AIM OF THE EXERCISE –
Write out every line below that contains "problemSpan".

DATASET RECORDS –
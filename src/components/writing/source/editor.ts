import { completionKeymap } from '@codemirror/autocomplete';
import { defaultKeymap, history, historyKeymap } from '@codemirror/commands';
import { markdownLanguage } from '@codemirror/lang-markdown';
import { yamlFrontmatter } from '@codemirror/lang-yaml';
import { lintKeymap, setDiagnostics } from '@codemirror/lint';
import { EditorSelection, EditorState, Transaction } from '@codemirror/state';
import {
  drawSelection,
  EditorView,
  highlightActiveLine,
  highlightActiveLineGutter,
  keymap,
  lineNumbers,
} from '@codemirror/view';
import type { SourceProblem } from '@/domain/procedure/types';
import type { Known } from '@/domain/writing/source/offer';
import { problemSpan } from '@/domain/writing/source/problemSpan';
import { completion } from './complete';
import { look } from './look';

export interface SourceEditor {
  /** Takes over a text that was set elsewhere; what the author typed is left alone where it is the same. */
  setText: (text: string) => void;
  /** Underlines what is wrong. They must be those of the text as it stands. */
  setProblems: (problems: readonly SourceProblem[]) => void;
  /** Puts the caret there, both counted from 1. */
  goTo: (line: number, column: number) => void;
  destroy: () => void;
}

interface Options {
  parent: HTMLElement;
  text: string;
  /** Where the caret stood in the field that this takes the place of, and whether it was there. */
  selection: { from: number; to: number };
  focus: boolean;
  known: () => Known;
  labelledBy: string;
  describedBy: string;
  onText: (text: string) => void;
  /** The line of the caret, from 1. */
  onLine: (line: number) => void;
}

/** The part of the text that differs, so that the caret and the undo of the rest stay. */
function difference(from: string, to: string): { from: number; to: number; insert: string } {
  const shorter = Math.min(from.length, to.length);
  let start = 0;
  while (start < shorter && from[start] === to[start]) start += 1;
  let end = 0;
  while (end < shorter - start && from[from.length - 1 - end] === to[to.length - 1 - end]) end += 1;
  return { from: start, to: from.length - end, insert: to.slice(start, to.length - end) };
}

/**
 * A sheet's text with line numbers, highlighting, completion and what is wrong underlined. Tab leaves it, as it leaves any
 * field, so that nobody who works by keyboard is caught in it (WCAG 2.2, 2.1.2).
 */
export function sourceEditor(options: Options): SourceEditor {
  const { parent, text, selection, known, labelledBy, describedBy, onText, onLine } = options;
  const view = new EditorView({
    parent,
    state: EditorState.create({
      doc: text,
      selection: EditorSelection.single(Math.min(selection.from, text.length), Math.min(selection.to, text.length)),
      extensions: [
        lineNumbers(),
        highlightActiveLine(),
        highlightActiveLineGutter(),
        history(),
        drawSelection(),
        EditorView.lineWrapping,
        yamlFrontmatter({ content: markdownLanguage }),
        look,
        completion(known),
        keymap.of([...completionKeymap, ...lintKeymap, ...historyKeymap, ...defaultKeymap]),
        EditorView.contentAttributes.of({
          'aria-labelledby': labelledBy,
          'aria-describedby': describedBy,
          tabindex: '0',
          spellcheck: 'false',
          autocapitalize: 'off',
        }),
        EditorView.updateListener.of((update) => {
          const outside = update.transactions.some((one) => one.annotation(Transaction.userEvent) === 'set');
          if (update.docChanged && !outside) onText(update.state.doc.toString());
          if (update.docChanged || update.selectionSet)
            onLine(update.state.doc.lineAt(update.state.selection.main.head).number);
        }),
      ],
    }),
  });
  onLine(view.state.doc.lineAt(view.state.selection.main.head).number);
  if (options.focus) view.focus();
  return {
    setText(next) {
      const now = view.state.doc.toString();
      if (next !== now) view.dispatch({ changes: difference(now, next), userEvent: 'set' });
    },
    setProblems(problems) {
      const now = view.state.doc.toString();
      view.dispatch(
        setDiagnostics(
          view.state,
          problems.map((problem) => ({
            ...problemSpan(now, problem),
            severity: 'error' as const,
            message: problem.message,
          })),
        ),
      );
    },
    goTo(line, column) {
      const { from } = problemSpan(view.state.doc.toString(), { line, column });
      view.focus();
      view.dispatch({ selection: { anchor: from }, effects: EditorView.scrollIntoView(from, { y: 'center' }) });
    },
    destroy: () => view.destroy(),
  };
}
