/** Everything else is for people who are signed in. */
const OPEN_PATHS = new Set([
  '/sign-in',
  '/healthz',
  '/readyz',
  '/robots.txt',
  '/favicon.ico',
  '/favicon.svg',
  '/apple-touch-icon.png',
  '/site.webmanifest',
  '/api/openapi.json',
]);
// A feed is opened by the key in its address.
const OPEN_FOLDERS = ['/_astro/', '/fonts/', '/figures/', '/feed/'];

/** What of Auth.js we use; it has pages of its own too, which are none of ours. */
const SIGN_IN_PATHS = new Set(
  ['csrf', 'session', 'providers', 'signin', 'signout', 'error', 'callback/credentials'].map(
    (name) => `/api/auth/${name}`,
  ),
);

// Nothing open has an escape or a dot folder in its name; whoever sends one hopes that it is read in two ways.
export const isOpen = (path: string): boolean =>
  !/%|\/\./.test(path) &&
  (OPEN_PATHS.has(path.length > 1 ? path.replace(/\/$/, '') : path) ||
    SIGN_IN_PATHS.has(path) ||
    OPEN_FOLDERS.some((folder) => path.startsWith(folder)));

/** These must answer while the book cannot be opened, or without opening it. */
export const needsNoBook = (path: string): boolean =>
  path === '/healthz' || (isOpen(path) && path.startsWith('/_astro/'));

/** An address under sign-in's own that is none. */
export const isNoSignIn = (path: string): boolean => path.startsWith('/api/auth/') && !SIGN_IN_PATHS.has(path);

export const isApi = (path: string): boolean => path === '/api' || path.startsWith('/api/');
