import { readVersion } from '@/domain/api/operations/versions';
import { endpoint } from '@/server/http/endpoint';
import { route } from '@/server/http/route';
import { readVersion as read } from '@/server/review/versions/read';

export const { GET, ALL } = route({
  GET: endpoint(readVersion, async ({ actor, params }) => ({ body: await read(actor, params.id, params.n) })),
});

TASK OUTPUT –
import { problemSpan } from '@/domain/writing/source/problemSpan';
            ...problemSpan(now, problem),
      const { from } = problemSpan(view.state.doc.toString(), { line, column });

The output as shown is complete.